31. When considering the sale of your business, think carefully before incurring significant capital expenditure.
32. Ensure that key intangibles in your business are codified or noted and honoured. These include its operating legal structure, its intellectual capital, its customs, traditions and culture.
33. In preparing the information memorandum, highlight cost-reduction possibilities, volume discount arrangements, no-fee deals or fee waivers available for long term loyalty to suppliers.
34. Document your customer satisfaction levels through the use of surveys, customer retention statistics, lower-than-standard customer turnover rates, repeat business, documented testimonials.
35. Identify competencies that would be of interested to a potential buyer, and that could be turned into significant revenue. Develop these competencies, and ensure they are demonstrable to a potential buyer.
36. For business processes and procedures prepare detailed documentation of risk assessments and quality control regimes.
37. Profile and identify potential buyers, by researching and determining which buyers could best utilise the assets and capabilities of your business.
38. Some potential questions you could ask when profiling a buyer:
- Who makes money when we make money?
- Who does not make money when we make money?
- Who can make more money from our products?
- Who has a problem we can fix?
- Who sells to the same customers we sell to?
- Who needs our customer base?
- Who needs our technology?
- Would the staff buy this business?
39. Make the business ready for sale. Minimise integration issues, identify areas of potential strategic growth – this can all be included in your information memorandum.
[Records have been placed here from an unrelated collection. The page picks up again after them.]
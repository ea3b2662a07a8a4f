namespace OrderUnfold.Inversion;

/// <summary>
/// The normal equations of a least-squares problem, given matrix-free: G = AᵀA (plus any quadratic
/// penalties) and b = Aᵀy (minus any linear penalty). Free entries are unconstrained (e.g. backgrounds).
/// </summary>
public interface INormalEquations
{
    /// <summary>Number of unknowns (grid bins, then free entries).</summary>
    int Count { get; }

    /// <summary>b = Aᵀy − λw.</summary>
    ReadOnlySpan<double> RightHandSide { get; }

    /// <summary>True when entry <paramref name="j"/> is unconstrained (e.g. a background), false when it must stay ≥ 0.</summary>
    bool IsFree(int j);

    /// <summary>G x (full vector).</summary>
    void Multiply(ReadOnlySpan<double> x, Span<double> result);

    /// <summary>Entries G[i, j] for the listed rows i, with G[j, j] last.</summary>
    void Column(int j, IReadOnlyList<int> rows, Span<double> result, out double diagonal);
}

/// <summary>Optional for <see cref="INormalEquations"/>: some rows of G x without the whole product.</summary>
public interface INormalRows
{
    /// <summary>result[r] = (G x)[rows[r]] for an x that is zero outside <paramref name="support"/>; the same values as
    /// <see cref="INormalEquations.Multiply"/> gives for those rows.</summary>
    void MultiplyRows(ReadOnlySpan<double> x, IReadOnlyList<int> support, IReadOnlyList<int> rows, Span<double> result);
}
Articulate how a potential buyer could best exploit your strategic value in the marketplace.
40. Prospective financial information should be prepared for the next 3 to 5 years. While a potential buyer will carry out its own analysis, this assists to build a trusting and confident relationship between the business seller and the potential buyer.
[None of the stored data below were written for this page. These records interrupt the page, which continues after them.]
namespace OrderUnfold.Inversion;

/// <summary>Options of <see cref="Unfolder"/>.</summary>
public sealed record UnfoldOptions
{
    /// <summary>Window relative to the anchor, Hz; null: the unambiguous range of the instruments.</summary>
    public double? WindowStartHz { get; init; }
    /// <summary>End of the window relative to the anchor, Hz; null: the unambiguous range of the instruments.</summary>
    public double? WindowEndHz { get; init; }

    /// <summary>Grid step, Hz; null: a quarter of the narrowest linewidth.</summary>
    public double? GridStepHz { get; init; }

    /// <summary>L1 weight in units of (noise σ × median column norm). 0 gives plain NNLS.</summary>
    public double Sparsity { get; init; } = 3.0;

    /// <summary>First-difference smoothness weight relative to the median squared column norm.</summary>
    public double Smoothness { get; init; }

    /// <summary>Lines below this signal-to-noise ratio are dropped.</summary>
    public double MinSnr { get; init; } = 5.0;

    /// <summary>Candidate offsets per sweep: the pairings of the anchor with this many of its tallest folded peaks, and with
    /// at most this many of its other peaks, the best scores first (<see cref="OffsetSearch"/>).</summary>
    public int OffsetCandidates { get; init; } = 4;

    /// <summary>Most rounds of gain and offset refit after the first joint solve (stops earlier when settled).</summary>
    public int GainRounds { get; init; } = 12;

    /// <summary>Alias margin (in linewidths) below which two shifts count as confusable when choosing the default window.</summary>
    public double AliasThresholdLinewidths { get; init; } = 3.0;

    /// <summary>Which NNLS solver the joint solve uses (the offset search always uses the active set, whose solves are
    /// small). Default: chosen by the problem (see <see cref="NnlsSolver"/>).</summary>
    public SolverChoice Solver { get; init; } = SolverChoice.Auto;

    /// <summary>Largest grid the default window (the unambiguous range) may span; an explicit window is limited by
    /// <see cref="MaxMemoryBytes"/> only.</summary>
    public int MaxGridBins { get; init; } = 200_000;

    /// <summary>Most memory the unfold may need (estimated by <see cref="UnfoldMemory"/> before solving), bytes. Default 4 GB.</summary>
    public long MaxMemoryBytes { get; init; } = 4_000_000_000;

    /// <summary>The fixed numbers of the unfold's stages (grid sampling, stopping rules, warnings); see <see cref="UnfoldThresholds"/>.</summary>
    public UnfoldThresholds Thresholds { get; init; } = new();
}

/// <summary>A line: a cluster of nonzero grid bins.</summary>
/// <param name="FrequencyHz">Intensity-weighted centroid, relative to the anchor line (Hz).</param>
/// <param name="Intensity">Summed intensity relative to the strongest line.</param>
/// <param name="RawIntensity">Summed intensity in the solver's units (gain of the first sweep = 1).</param>
/// <param name="Snr">Intensity over its noise-limited uncertainty.</param>
/// <param name="FirstBin">First grid bin of the cluster.</param>
/// <param name="LastBin">Last grid bin of the cluster.</param>
public sealed record UnfoldedLine(double FrequencyHz, double Intensity, double RawIntensity, double Snr, int FirstBin, int LastBin)
{
    /// <summary>Uncertainty of the relative intensity (from the SNR).</summary>
    public double IntensitySigma => Snr > 0 ? Intensity / Snr : double.NaN;

    /// <summary>Standard uncertainty of the frequency, Hz, when it has been estimated: the statistical part combined with
    /// <see cref="FrequencyAxisSigmaHz"/> when the axis calibration's uncertainty is known.</summary>
    public double? FrequencySigmaHz { get; init; }

    /// <summary>The part of <see cref="FrequencySigmaHz"/> that comes from the uncertainty of the calibrated scan axes, Hz
    /// (null when no axis uncertainty was known).</summary>
    public double? FrequencyAxisSigmaHz { get; init; }

    /// <summary>True when the order of this line is not securely pinned (a near-alias fits almost as well): read from
    /// <see cref="Verdict"/>, the one source of the verdict.</summary>
    public bool Doubtful => Verdict == Analysis.OrderVerdict.Doubtful;

    /// <summary>Cramér–Rao bound of the frequency (relative to the anchor), Hz: the unscaled covariance at the fit.</summary>
    public double? FrequencyCrbHz { get; init; }

    /// <summary>Standard error of the relative intensity from the refinement covariance (overrides the SNR-based value).</summary>
    public double? IntensitySigma2 { get; init; }

    /// <summary>Residual-bootstrap standard error of the frequency, Hz, when a bootstrap was run.</summary>
    public double? BootstrapSigmaHz { get; init; }

    /// <summary>Fitted intrinsic Lorentzian FWHM, Hz (when widths are fitted).</summary>
    public double? WidthHz { get; init; }

    /// <summary>Standard uncertainty of <see cref="WidthHz"/>, Hz.</summary>
    public double? WidthSigmaHz { get; init; }

    /// <summary>Shift to the best alternative placement tried (a near-alias), Hz.</summary>
    public double? AliasShiftHz { get; init; }

    /// <summary>χ² increase when the line is moved to that placement and refitted.</summary>
    public double? AliasDeltaChiSquare { get; init; }

    /// <summary>Order verdict (secure, doubtful, or unknown with one instrument).</summary>
    public Analysis.OrderVerdict Verdict { get; init; }

    /// <summary>Anything the refinement has to say about this line.</summary>
    public string? Note { get; init; }

    /// <summary>Standard error of the relative intensity: from the refinement when available, else from the SNR.</summary>
    public double IntensityError => IntensitySigma2 ?? IntensitySigma;
}

/// <summary>How one sweep is fitted.</summary>
/// <param name="Name">Sweep name.</param>
/// <param name="Instrument">Instrument name.</param>
/// <param name="OffsetHz">Fitted frequency origin φ relative to the anchor.</param>
/// <param name="Gain">Gain relative to the first sweep.</param>
/// <param name="Background">Fitted background, signal units.</param>
/// <param name="NoiseSigma">Noise σ estimated from the data, signal units.</param>
/// <param name="ChiSquare">Σ((y − model)/σ)².</param>
/// <param name="ReducedChiSquare">χ² per degree of freedom.</param>
/// <param name="ResidualRms">RMS of y − model, signal units.</param>
/// <param name="Samples">Number of samples.</param>
public sealed record SweepFit(string Name, string Instrument, double OffsetHz, double Gain, double Background, double NoiseSigma,
    double ChiSquare, double ReducedChiSquare, double ResidualRms, int Samples)
{
    /// <summary>The model at each sample (signal units).</summary>
    public double[] Model { get; init; } = [];
}

/// <summary>Everything one unfold produced.</summary>
public sealed record UnfoldResult
{
    /// <summary>Frequency grid, relative to the anchor line.</summary>
    public required FrequencyGrid Grid { get; init; }

    /// <summary>Recovered intensity per grid bin, relative to the strongest line's summed intensity.</summary>
    public required double[] Spectrum { get; init; }

    /// <summary>The lines found, strongest-relative intensities, frequencies relative to the anchor.</summary>
    public required IReadOnlyList<UnfoldedLine> Lines { get; init; }
    /// <summary>Each sweep's fit: origin, gain, background, χ².</summary>
    public required IReadOnlyList<SweepFit> Sweeps { get; init; }
    /// <summary>The joint NNLS solve and its diagnostics.</summary>
    public required NnlsResult Solver { get; init; }

    /// <summary>L1 weight used, in whitened units.</summary>
    public double L1Weight { get; init; }

    /// <summary>True when at least two instruments of different FSR were combined.</summary>
    public bool OrdersResolved { get; init; }

    /// <summary>Smallest shift at which the instruments' alias margin falls below the threshold (Hz).</summary>
    public double UnambiguousRangeHz { get; init; }

    /// <summary>Offset candidates tried and their χ² (for the report).</summary>
    public IReadOnlyList<OffsetTrial> OffsetTrials { get; init; } = [];

    /// <summary>What a user must know about this result (doubts, fallbacks, limits reached).</summary>
    public IReadOnlyList<string> Warnings { get; init; } = [];

    /// <summary>Smallest relative intensity that would have been detected at each grid bin, when computed.</summary>
    public double[]? DetectionLimit { get; init; }

    /// <summary>True when the lines were refined off-grid against the raw sweeps.</summary>
    public bool Refined { get; init; }

    /// <summary>The order verdict the outputs give a line of this result: unknown with one instrument; unchecked when the
    /// orders are resolved but no alternative placement was tried for it (no refinement, or the refinement's order check
    /// stopped before it: its own verdict is then unknown); else the line's own (secure or doubtful).</summary>
    public Analysis.OrderVerdict OrderVerdictOf(UnfoldedLine line) =>
        !OrdersResolved ? Analysis.OrderVerdict.Unknown
        : !Refined || line.Verdict is Analysis.OrderVerdict.Unknown or Analysis.OrderVerdict.Unchecked ? Analysis.OrderVerdict.Unchecked
        : line.Verdict;

    /// <summary>Reduced χ² over all sweeps.</summary>
    public double ReducedChiSquare { get; init; }
}

/// <summary>One candidate frequency origin for a sweep and the χ² it gave.</summary>
public sealed record OffsetTrial(string Sweep, double OffsetHz, double ChiSquare, bool Chosen);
41. Conduct comparative analysis with other companies in relevant industries. Among other things, review sales growth, gross margin, and earnings before income tax as a percentage of sale
42. Attempt to look at your own business through the eyes of a potential purchaser. What would you improve? What areas would concern you? What process would you use to value the business? What criteria for you would be ‘non-negotiable’? A professional such as an accountant, solicitor or business broker can help you do this with objectivity.
43. Build personal relationships with potential buyers.
44. Planning and preparing for negotiations over price and for due diligence on your business will help secure a greater price.
45. Standardise your legally binding agreements and related non-legal documents, including supplier agreements, customer contracts, and employment contracts, manuals, policies and job descriptions.
46. Ensure that all processes, procedures and instructions are documented clearly, and that staff are trained in complying with these procedures and instructions.
47. Determine the intention of your key employees should the business be sold, so that this can be used when negotiating the sale price of your business.
48. Try and include employees as part of the process of selling the business with incentives to ensure they assist in the preparation process, assist in due diligence and have a desire to work for a potential buyer.
49. A business that is prepared to be sold will build buyer confidence, and allow for a willingness to agree to a higher price and full payment on sale, rather than by instalment payments.
50. Determine your preferred sale process before entering into negotiations. While this can change during negotiations, having a predetermined sale process increases the confidence of the parties and their advisers. Be willing to negotiate. Target for everyone to walk away from the negotiation table feeling like a winner.
51. While any pre-sale capital expenditure should be carefully reviewed, it may be worth investing time and money in developing areas of the business that a potential buyer could further exploit after takeover.